The general trend in many EU member states, from North to South and from West to East (Sweden, the always-present Hungary, Greece, and above-mentioned Italy, to mention just a few), is to move towards increasingly restrictive migration policies. Despite this apparent convergence, however, the debate around this delicate and complex topic is far from being linear, and a synthesis of the European Union member states’ diverse interests (between those who ask for solidarity and those who refuse the ideas of solidarity sharing) is still difficult, if not impossible, to be found. The debate keeps being ‘drugged’ by ideology and captured by national political interests. 

The result is that, while trying to carry out the negotiations around the New Pact on Asylum and Migration (to be approved by the end of the legislative term in May 2024), the bloc keeps moving in circles. It issues new documents, proposals, or action plans which promise far-reaching solutions but are soon only partially implemented or completely forgotten (the November 2022 Action Plan for Central Mediterranean is just the latest example). It witnesses the striking of new deals among small ‘coalitions of the willing’ whose effect quickly runs out without ensuring any long-term solidarity among member states (such as the 2019 Malta Declaration). Or it discusses a new ’emergency’ in special European Council summits that produce yet other documents, declarations and commitments.

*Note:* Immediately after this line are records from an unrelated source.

package org.nebulith.report.chart;

import java.math.BigDecimal;
import java.math.RoundingMode;
import java.util.ArrayList;
import java.util.List;
import java.util.Objects;
import java.util.function.DoubleFunction;

/**
 * One axis of a panel: range, linear or logarithmic scale, direction, title with unit, and the
 * ticks. Linear ticks step by 1, 2, 2.5 or 5 times a power of ten (about {@code targetTicks}
 * of them); logarithmic ticks are the decades, with 2 and 5 added when the axis spans fewer than
 * three decades. Tick labels are plain decimals (no exponent notation between 1e-3 and 1e5, no
 * trailing zeros, no rounding noise).
 */
public final class Axis {

    private final double min;
    private final double max;
    private final boolean log;
    private final boolean reversed;
    private final String title;
    private final int targetTicks;
    private DoubleFunction<String> labels;

    private Axis(final double min, final double max, final boolean log, final boolean reversed, final String title,
                 final int targetTicks) {
        if (!(Double.isFinite(min) && Double.isFinite(max) && max > min)) {
            throw new IllegalArgumentException("axis " + title + ": need finite min < max, got " + min + ", " + max);
        }
        if (log && !(min > 0)) {
            throw new IllegalArgumentException("log axis " + title + ": min must be > 0, got " + min);
        }
        this.min = min;
        this.max = max;
        this.log = log;
        this.reversed = reversed;
        this.title = Objects.requireNonNull(title);
        this.targetTicks = targetTicks;
    }

    /**
     * @param min   low end
     * @param max   high end
     * @param title title with unit
     * @return a linear axis, low end at the left or bottom
     */
    public static Axis linear(final double min, final double max, final String title) {
        return new Axis(min, max, false, false, title, 6);
    }

    /**
     * @param min   low end, &gt; 0
     * @param max   high end
     * @param title title with unit
     * @return a logarithmic axis
     */
    public static Axis log(final double min, final double max, final String title) {
        return new Axis(min, max, true, false, title, 6);
    }

    /** @return this axis with its direction reversed (high values at the left or bottom) */
    public Axis reversed() {
        Axis a = new Axis(min, max, log, !reversed, title, targetTicks);
        a.labels = labels;
        return a;
    }

    /** @param n about how many ticks @return this axis with that tick density */
    public Axis ticks(final int n) {
        Axis a = new Axis(min, max, log, reversed, title, n);
        a.labels = labels;
        return a;
    }

    /** @param format tick-label text for a value @return this */
    public Axis labels(final DoubleFunction<String> format) {
        this.labels = format;
        return this;
    }

    /** @return low end */
    public double min() {
        return min;
    }

    /** @return high end */
    public double max() {
        return max;
    }

    /** @return whether the scale is logarithmic */
    public boolean isLog() {
        return log;
    }

    /** @return the title */
    public String title() {
        return title;
    }

    /**
     * @param v a value
     * @return its position along the axis, 0 at the start (left or bottom), 1 at the end
     */
    public double fraction(final double v) {
        double f = log ? Math.log(v / min) / Math.log(max / min) : (v - min) / (max - min);
        return reversed ? 1 - f : f;
    }

    /** @return whether v lies within the range (with 1e-9 relative slack) */
    public boolean contains(final double v) {
        double slack = 1e-9 * (max - min);
        return v >= min - slack && v <= max + slack;
    }

    /** @return the labelled tick values */
    public List<Double> ticks() {
        return log ? logTicks() : linearTicks();
    }

    /** @return unlabelled minor tick values (log axes: 2 to 9 of each decade) */
    public List<Double> minorTicks() {
        List<Double> out = new ArrayList<>();
        if (!log) {
            return out;
        }
        for (int e = (int) Math.floor(Math.log10(min)); e <= Math.ceil(Math.log10(max)); e++) {
            for (int m = 2; m <= 9; m++) {
                double v = Double.parseDouble(m + "e" + e);
                if (contains(v)) {
                    out.add(v);
                }
            }
        }
        return out;
    }

    /**
     * @param v a tick value
     * @return its label
     */
    public String label(final double v) {
        if (labels != null) {
            return labels.apply(v);
        }
        if (log && (min < 1e-3 || max > 1e5)) {
            return superscriptPower(v);
        }
        return plain(v, log ? v / 10 : linearStep());
    }

    private List<Double> linearTicks() {
        double step = linearStep();
        List<Double> out = new ArrayList<>();
        for (double k = Math.ceil(min / step - 1e-9); k * step <= max + 1e-9 * step; k++) {
            out.add(k * step + 0.0); // + 0.0 turns -0.0 into 0.0
        }
        return out;
    }

    /** @return the step between linear ticks */
    public double linearStep() {
        double raw = (max - min) / Math.max(1, targetTicks);
        double decade = Math.pow(10, Math.floor(Math.log10(raw)));
        double[] nice = {1, 2, 2.5, 5, 10};
        for (double n : nice) {
            if (n * decade >= raw * 0.999) {
                return n * decade;
            }
        }
        return 10 * decade;
    }

    private List<Double> logTicks() {
        List<Double> out = new ArrayList<>();
        double decades = Math.log10(max / min);
        double[] mantissas = decades < 1.2 ? new double[] {1, 1.5, 2, 3, 4, 5, 7} : decades < 3
                ? new double[] {1, 2, 5} : new double[] {1};
        for (int e = (int) Math.floor(Math.log10(min)); e <= Math.ceil(Math.log10(max)); e++) {
            for (double m : mantissas) {
                double v = Double.parseDouble(m + "e" + e); // exact decimal, not 3 * 0.1
                if (contains(v)) {
                    out.add(v);
                }
            }
        }
        return out;
    }

    /**
     * @param v    a value
     * @param step the resolution to show
     * @return v as a plain decimal to the resolution of step, e.g. 0.3 not 0.30000000000000004
     */
    static String plain(final double v, final double step) {
        if (v == 0) {
            return "0";
        }
        double mag = Math.abs(step);
        int decimals = Math.max(0, (int) Math.ceil(-Math.log10(mag) - 1e-9) + (isQuarter(mag) ? 1 : 0));
        if (Math.abs(v) >= 1e5 || Math.abs(v) < 1e-3) {
            return superscriptPower(v);
        }
        return BigDecimal.valueOf(v).setScale(Math.min(decimals, 6), RoundingMode.HALF_EVEN).stripTrailingZeros()
                .toPlainString();
    }

    private static boolean isQuarter(final double step) {
        double m = step / Math.pow(10, Math.floor(Math.log10(step)));
        return Math.abs(m - 2.5) < 1e-9;
    }

    /** @param v a value @return it as m×10ⁿ (or 10ⁿ) with superscript digits */
    static String superscriptPower(final double v) {
        int e = (int) Math.floor(Math.log10(Math.abs(v)) + 1e-9);
        double m = v / Math.pow(10, e);
        String sup = "\u2070\u00b9\u00b2\u00b3\u2074\u2075\u2076\u2077\u2078\u2079";
        StringBuilder t = new StringBuilder();
        if (Math.abs(Math.abs(m) - 1) > 1e-6) {
            t.append(BigDecimal.valueOf(m).setScale(2, RoundingMode.HALF_EVEN).stripTrailingZeros().toPlainString())
                    .append('\u00d7');
        } else if (m < 0) {
            t.append('\u2212');
        }
        t.append("10");
        if (e < 0) {
            t.append('\u207b');
        }
        for (char c : Integer.toString(Math.abs(e)).toCharArray()) {
            t.append(sup.charAt(c - '0'));
        }
        return t.toString();
    }
}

The more the EU seems incapable of finding that synthesis, the more it turns to externalisation and relies on third countries to manage migration, focusing on deterrence and border control (possibly the only points on which the EU member states manage to reach an agreement). The legitimate fight against trafficking and smuggling in this context becomes a smokescreen to hide the lack of ideas and the unwillingness to undertake more positive and active policies aimed at increasing legal pathways and managing migration in a safe and orderly way. Finally, the EU approach to migration increasingly depends on informal intergovernmental agreements put together only by those countries that, in a way or another, are more directly affected by the movements, undermining thereby the European integration project.

One of the consequences of this approach, which tries to seal borders, criminalises migration, condones or even endorses illegal practices (such as refoulment), suspects asylum seekers and even discredits people’s reasons to move, is that migrants find it increasingly harder to reach Europe through legal channels and embark on ever-dangerous journeys by land and sea. Of course, this account oversimplifies the much more complex dynamics and factors that ‘govern’ people’s mobility. But the more the European Union and its member states will rely on these policies, the more they will be one of the causes of the very harm that they want to stop: irregular migration. And even worse, they will be morally responsible for the increasing number of deaths at sea. 

European migration policies fail – and will always fail – if their goal is to close a migration route for good, and if they intend to turn Europe into a ‘migrant-proof’ fortress. They will always fail if they aim to waive the EU’s responsibilities by entrusting third countries with the task of managing migration to Europe on Europe’s behalf. 

This is because a new (or old) migration route will always be found. Possibly more dangerous and deadly than the previous one. And because such policies – besides the formal declarations that always accompany them – completely fail to analyse, grasp and recognise the complexity of the phenomenon, the many and mixed reasons that drive people’s decision to migrate, the geopolitical dynamics that affect migration trends, the interests of all stakeholders – including the very same third countries to which the bloc turns for help – and even Europe’s own interests in receiving migrants. 

Finally, the EU migration policies will always fail if the bloc, trying to seal its borders, will do so at increasingly higher moral costs, and if it will not take into consideration that, in an increasingly interconnected world, migration management is to be shaped in the broader context of Europe’s relations with its African neighbours, and of its own other policies in the African region.